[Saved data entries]
____________________
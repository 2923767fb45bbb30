"""Where a network is too large for every figure: what is left out, what stays exact, and that it is said."""

from dataclasses import replace

import numpy as np
import pandas as pd
import pytest

from dec.audit.adjusted.laplacian import Laplacian
from dec.audit.questions import balance, loops
from dec.audit.tested.single_errors import single_errors
from dec.calculus.dataset import Dataset


def held_grid(side: int, seed: int) -> tuple[Dataset, dict[int, float]]:
    """Heights on a street grid, every corner of which is held, one of them 2 too high."""
    rng = np.random.default_rng(seed)
    at = np.arange(side * side).reshape(side, side)
    tail = np.concatenate([at[:, :-1].ravel(), at[:-1].ravel()])
    head = np.concatenate([at[:, 1:].ravel(), at[1:].ravel()])
    height = np.round(rng.normal(size=side * side), 3)
    y = np.round(height[head] - height[tail] + 0.01 * rng.normal(size=len(tail)), 4)
    fixed = {int(v): float(height[v]) for v in range(0, side * side, 2)}
    fixed[8] += 2.0
    frame = pd.DataFrame({"from": tail, "to": head, "y": y})
    return Dataset.from_frames(frame, pd.DataFrame({"id": np.arange(side * side)})), fixed


def test_of_very_many_held_values_the_loudest_are_tested_and_the_others_left_out(monkeypatch):
    net, fixed = held_grid(9, 1)
    whole = loops(net, "y", sd=0.01, fixed=fixed)
    monkeypatch.setattr("dec.audit.adjusted.evidence._MOST_PLACE_WORK", 0)
    monkeypatch.setattr("dec.audit.adjusted.evidence.LOUDEST_PLACES", 5)
    cut = loops(net, "y", sd=0.01, fixed=fixed)
    every, some = whole.vertices["fault_statistic"].to_numpy(), cut.vertices["fault_statistic"].to_numpy()
    assert np.isfinite(every).sum() > 30
    assert np.isfinite(some).sum() == 5
    assert some[np.isfinite(some)] == pytest.approx(every[np.isfinite(some)])
    assert cut.suspects[0].kind == whole.suspects[0].kind == "vertex"
    assert cut.suspects[0].id == whole.suspects[0].id == "8"
    assert cut.edges["statistic"].to_numpy() == pytest.approx(whole.edges["statistic"].to_numpy(), nan_ok=True)
    assert any("held values" in note and "left out" in note for note in cut.notes)
    assert not any("left out" in note for note in whole.notes)


def test_shares_that_rounding_hides_are_left_out_where_there_are_too_many_to_work_out_again(monkeypatch):
    rng = np.random.default_rng(2)
    tail, head = rng.integers(0, 30, 90), rng.integers(0, 30, 90)
    conductance = 10.0 ** rng.uniform(-6, 6, 90)
    true = Laplacian(tail, head, 30, conductance).shares()
    monkeypatch.setattr("dec.audit.adjusted.laplacian._MOST_AGAIN", 3)
    monkeypatch.setattr("dec.audit.adjusted.laplacian._HOPELESS", 1e-9)
    share, slack = Laplacian(tail, head, 30, conductance).shares()
    hidden = np.isnan(slack)
    assert 0 < hidden.sum() < 90
    assert (hidden == np.isnan(share)).all()
    assert share[~hidden] == pytest.approx(true[0][~hidden], rel=1e-8)
    assert slack[~hidden] == pytest.approx(true[1][~hidden], rel=1e-8)


@pytest.mark.parametrize("law", [balance, loops])
def test_an_audit_with_hidden_shares_says_so_and_goes_on(monkeypatch, law):
    monkeypatch.setattr("dec.audit.adjusted.laplacian._MOST_AGAIN", 0)
    monkeypatch.setattr("dec.audit.adjusted.laplacian._HOPELESS", 1e-12)
    rng = np.random.default_rng(3)
    frame = pd.DataFrame({
        "from": rng.integers(0, 12, 40), "to": rng.integers(0, 12, 40), "y": np.round(rng.normal(size=40), 3),
        "sd": 10.0 ** rng.uniform(-3, 1, 40),
    })  # fmt: skip
    audit = law(Dataset.from_frames(frame), "y", sd="sd")
    assert np.isnan(audit.edges["redundancy"]).any()
    assert np.isfinite(audit.edges["adjusted"]).all()
    assert any("lie too far apart" in note for note in audit.notes)


def test_the_search_for_several_errors_chooses_among_the_loudest(monkeypatch):
    net, fixed = held_grid(9, 4)
    whole = loops(net, "y", sd=0.01, fixed=fixed).extra["errors"]
    monkeypatch.setattr("dec.audit.tested.several_errors._POOL", 12)
    assert loops(net, "y", sd=0.01, fixed=fixed).extra["errors"] == whole


def test_estimated_figures_come_with_their_error_and_exact_suspects(monkeypatch):
    """The same network with an exact factor and as one too large for it."""
    net, fixed = held_grid(12, 5)
    held = {v: h for v, h in fixed.items() if v in (0, 8, 143 - 1)}
    exact = loops(net, "y", sd=0.01, fixed=held)
    monkeypatch.setattr("dec.solvers.choice.SMALL", 10)
    monkeypatch.setattr("dec.solvers.choice.MIDDLING", 10)
    monkeypatch.setattr("dec.audit.adjusted.laplacian.sparse_order", lambda *_: None)
    monkeypatch.setattr("dec.audit.adjusted.laplacian._SMALL", 0)
    monkeypatch.setattr("dec.audit.tested.single_errors.LEADING", 30)
    rough = loops(net, "y", sd=0.01, fixed=held, figures="estimate")
    assert any("standard error of 10%" in note for note in rough.notes)
    one, other = exact.edges["redundancy"].to_numpy(), rough.edges["redundancy"].to_numpy()
    assert np.abs(other - one).max() < 0.4
    assert np.abs(other - one).max() > 1e-6
    for suspect in rough.suspects[:5]:
        row = exact.edges.set_index("id")["statistic"].get(suspect.id) if suspect.kind == "edge" else None
        if row is not None:
            assert suspect.statistic == pytest.approx(row, rel=1e-6)
    every = loops(net, "y", sd=0.01, fixed=held, figures="all")
    assert every.edges["redundancy"].to_numpy() == pytest.approx(one, abs=1e-9)
    assert every.edges["statistic"].to_numpy() == pytest.approx(exact.edges["statistic"].to_numpy(), abs=1e-6)


def test_as_many_errors_as_are_looked_at_one_by_one_are_all_of_them(monkeypatch):
    net, fixed = held_grid(6, 4)
    evidence = []
    monkeypatch.setattr(
        "dec.audit.tested.testing.single_errors", lambda found: evidence.append(found) or single_errors(found)
    )
    loops(net, "y", sd=0.01, fixed=fixed)
    without = replace(evidence[0], diagonal=None)
    count = int(without.testable.sum())
    for most, is_all in ((count + 1, True), (count, True), (count - 1, False)):
        monkeypatch.setattr("dec.audit.tested.single_errors.LEADING", most)
        found = single_errors(without)
        assert (found.is_all, len(found.error)) == (is_all, min(most, count))


def test_of_the_loudest_alone_nothing_is_said_of_chance_and_the_sizes_say_of_how_many_they_are(monkeypatch):
    net, fixed = held_grid(12, 5)
    held = {v: h for v, h in fixed.items() if v in (0, 8, 143 - 1)}
    monkeypatch.setattr("dec.solvers.choice.SMALL", 10)
    monkeypatch.setattr("dec.solvers.choice.MIDDLING", 10)
    monkeypatch.setattr("dec.audit.adjusted.laplacian.sparse_order", lambda *_: None)
    monkeypatch.setattr("dec.audit.adjusted.laplacian._SMALL", 0)
    monkeypatch.setattr("dec.audit.tested.single_errors.LEADING", 30)
    cut = loops(net, "y", sd=0.01, fixed=held)
    checked = int((cut.edges["standing"] == "checked").sum())
    seen = int(np.isfinite(cut.edges["detectable"]).sum())
    assert 0 < seen <= 30 < checked
    assert cut.extra["chance"] is None
    assert f"worked out for {seen} of {checked})" in cut.not_shown[0]
    whole = loops(net, "y", sd=0.01, fixed=held, figures="estimate")
    assert "worked out for" not in whole.not_shown[0]
    chance = whole.extra["chance"]
    assert chance["tests"] == len(set(whole.edges["class"]) | set(whole.vertices["class"])) - 1
    loud = {*whole.edges["class"][whole.edges["statistic"] > chance["limit"]]}
    loud |= {*whole.vertices["class"][whole.vertices["fault_statistic"] > chance["limit"]]}
    assert chance["exceed"] == len(loud)
    assert any("10% of what a redundancy lacks to 1" in note for note in whole.notes)


def test_of_a_large_class_the_first_are_named_and_the_others_counted(monkeypatch):
    """Lines in a row to a held mark: every loop has all of them."""
    monkeypatch.setattr("dec.audit.tested.suspects._MOST_NAMED", 4)
    ends = [(str(k), str(k + 1)) for k in range(10)]
    frame = pd.DataFrame({"from": [a for a, _ in ends], "to": [b for _, b in ends], "y": ["1.0"] * 9 + ["2.5"]})
    (suspect,) = loops(Dataset.from_frames(frame), "y", sd=0.05, fixed={"0": 0, "10": 10}).suspects
    assert len(suspect.inseparable_from) == 4
    assert suspect.hint.endswith("7 more are of its class in the tables")


def test_exact_single_tests_without_redundancies_say_so(monkeypatch):
    net, fixed = held_grid(4, 6)
    monkeypatch.setattr("dec.solvers.choice.SMALL", 1)
    monkeypatch.setattr("dec.audit.adjusted.laplacian.sparse_order", lambda *_: None)
    monkeypatch.setattr("dec.audit.adjusted.laplacian._SMALL", 0)
    audit = loops(net, "y", sd=0.01, fixed={v: h for v, h in fixed.items() if v in (0, 8)})
    assert np.isnan(audit.edges["redundancy"]).all()
    assert np.isfinite(audit.edges["statistic"]).all()
    assert any(note.startswith("redundancies are left out") for note in audit.notes)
____________________
Reproduce the lines of the entries above from the one with "ends = [(str(k), str(k" to the one with "more are of", both included, exactly and without any other line.

◆ Response to the task
    ends = [(str(k), str(k + 1)) for k in range(10)]
    frame = pd.DataFrame({"from": [a for a, _ in ends], "to": [b for _, b in ends], "y": ["1.0"] * 9 + ["2.5"]})
    (suspect,) = loops(Dataset.from_frames(frame), "y", sd=0.05, fixed={"0": 0, "10": 10}).suspects
    assert len(suspect.inseparable_from) == 4
    assert suspect.hint.endswith("7 more are of its class in the tables")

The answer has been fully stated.